Menurut Dirjen Hortikultura yang baru dilantik tanggal 29 Juli lalu itu, rata-rata luas kepemilikan lahan pertanian di Indonesia masih sangat kecil, hanya sekitar 0,3 hektare per kapita sehingga dinilai tidak mencapai skala ekonomi yang layak.
“Namun jika setiap 0,3 hektare lahan ini dihimpun dan digabung kedalam satu kelompok masyarakat atau model korporasi, akan menjadi luas dan berdampak ekonomi yang signifikan. Itulah industri pertanian berbasis korporasi yang dimaksud oleh Presiden Jokowi,” terang pria yang akrab dipanggil Anton tersebut.

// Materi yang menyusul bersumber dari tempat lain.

Processes: one source (open-loop arrivals at their times, or closed-loop with
a fixed number of requests in flight) and one controller process per bank.
Each bank has a read queue and a write queue; reads go first; when the write
queue reaches ``drain_high`` the bank drains writes until it falls to
``drain_low``; outside drains, writes are served when no read waits.  A full
queue back-pressures the source.  Each channel's data bus is reserved in
first-come order when a bank starts an access (a slot schedule, so the bus
needs no simpy event of its own).

Per-request Python work is kept small: everything that does not depend on
the order of service (addresses, banks, bit counts, programming times,
energy) is computed for a whole chunk with numpy before the requests enter
simulated time.  Latency of a request runs from its arrival (generation) to
the end of its bank access, so time spent back-pressured counts.
"""
from __future__ import annotations

import gc
from collections import deque
from collections.abc import Iterable, Iterator
from dataclasses import dataclass, field
from itertools import repeat
from operator import itemgetter

import numpy as np
import simpy

from memsim.engine.erase_agent import EraseAgent
from memsim.engine.ops import prepare_ops, preset_costs
from memsim.engine.refresh_agent import REFRESH, URGENT, RefreshAgent
from memsim.engine.sched import QueuePolicy, front_columns, settle
from memsim.engine.stream import LatencyStream
from memsim.policy.bitops import add_profile
from memsim.policy.refresh import RefreshPlan
from memsim.policy.write.bits import popcount_rows
from memsim.policy.writepath import WritePath
from memsim.seeds import stream
from memsim.tech.array import AddressMap
from memsim.tech.cell import CellTech
from memsim.workload.chunk import Chunk

PRESET = -3        # queue-item index marking a hint's pre-programming
REFRESH_KEYS = 1 << 62   # first key of refresh programs' keyed MLC draws (writes count from 0)


@dataclass
class TimingTotals:
    """Everything the engine measured, before it becomes a RunResult."""

    latency_ns: np.ndarray = field(default_factory=lambda: np.empty(0))
    op: np.ndarray = field(default_factory=lambda: np.empty(0, np.int8))
    finish_ns: np.ndarray = field(default_factory=lambda: np.empty(0))
    arrival_ns: np.ndarray = field(default_factory=lambda: np.empty(0))
    simulated_ns: float = 0.0
    reads: int = 0
    writes: int = 0
    move_writes: int = 0
    meta_writes: int = 0
    hints: int = 0
    read_pj: float = 0.0             # read_bits x read energy per bit (set at the end)
    set_pj: float = 0.0              # set_cells x SET energy per cell (set at the end)
    reset_pj: float = 0.0
    # Energy is counted in cells and bits and priced once at the end, so the
    # sum does not depend on whether it was counted per chunk or per write.
    read_bits: int = 0               # bits read: reads, pre-reads, move source reads
    set_cells: int = 0               # SET pulses of every write and move (SLC)
    reset_cells: int = 0
    mlc_pj: float = 0.0              # program-and-verify energy of multi-level cells
    refresh_pj: float = 0.0          # refresh reads and reprogramming
    erase_pj: float = 0.0            # block erase-ahead: cleaner moves and bulk initialization
    user_set_cells: int = 0
    user_reset_cells: int = 0
    move_cells: int = 0
    bank_busy_ns: np.ndarray = field(default_factory=lambda: np.empty(0))
    refresh_busy_ns: float = 0.0     # bank time spent on refresh operations, ns
    power_wait_ns: float = 0.0       # time writes waited for programming current, ns
    cancellations: int = 0
    cancelled_pj: float = 0.0        # programming energy of aborted writes, pJ
    cancelled_cells: int = 0         # cells programmed by aborted writes
    pauses: int = 0
    presets: int = 0                 # lines pre-programmed from hints
    preset_pj: float = 0.0
    preset_cells: int = 0
    hint_hits: int = 0               # user writes that found their line pre-programmed
    row_hits: int = 0                # user reads served from the open row (engine/rows.py)
    # Queue policies (engine/sched.py): counted where the bank serves or admits requests.
    write_row_hits: int = 0          # fr_fcfs: user writes to the open row
    requests_passed: int = 0         # fr_fcfs: requests served after younger ones passed them
    max_times_passed: int = 0        # fr_fcfs: most passes one request waited through (<= row_hit_cap)
    writes_coalesced: int = 0        # user writes replaced in the queue before they started
    reads_forwarded: int = 0         # reads answered from the write queue
    stream: LatencyStream = field(default_factory=LatencyStream)   # latency and occupancy statistics

    @property
    def requests(self) -> int:
        return self.reads + self.writes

Ke depan, lanjutnya, konsep pengembangan kawasan hortikultura akan mengadopsi pola korporasi tersebut. Polanya bukan lagi kecil-kecil seperti yang terjadi saat ini. Apabila di satu kabupaten kondisi lahannya cocok, agroklimatnya sesuai, diberi bantuan satu jenis komoditas buah dengan luasan 500 sampai 1000 hektare tergantung skala ekonominya. Dengan begitu kelak kabupaten tersebut bisa menjadi sentra buah nasional.
“Kalau terus bertahan kecil-kecil dan tidak mencapai skala ekonomi, akan berat kita menghadapi persaingan pasar global. Konsep kawasan ini, saya yakin mampu melejitkan ekspor hortikultura di masa yang akan datang,” tukas Anton optimis.
Tentu program ini perlu sinergitas antar Direktorat lingkup Ditjen Hortikultura. Contohnya untuk program pengembangan kawasan manggis berdaya saing, Direktorat Buah menentukan kabupaten mana yang lahan dan agroklimatnya sesuai. Direktorat Perbenihan fokus menyediakan benih unggul bermutu. Direktorat Perlindungan mendukung dari aspek pengendalian OPT (Organisme Pengganggu Tanaman-red), serta Direktorat pengolahan dan Pemasaran Hasil Hortikultura terus memperluas pemasaran dan ekspornya.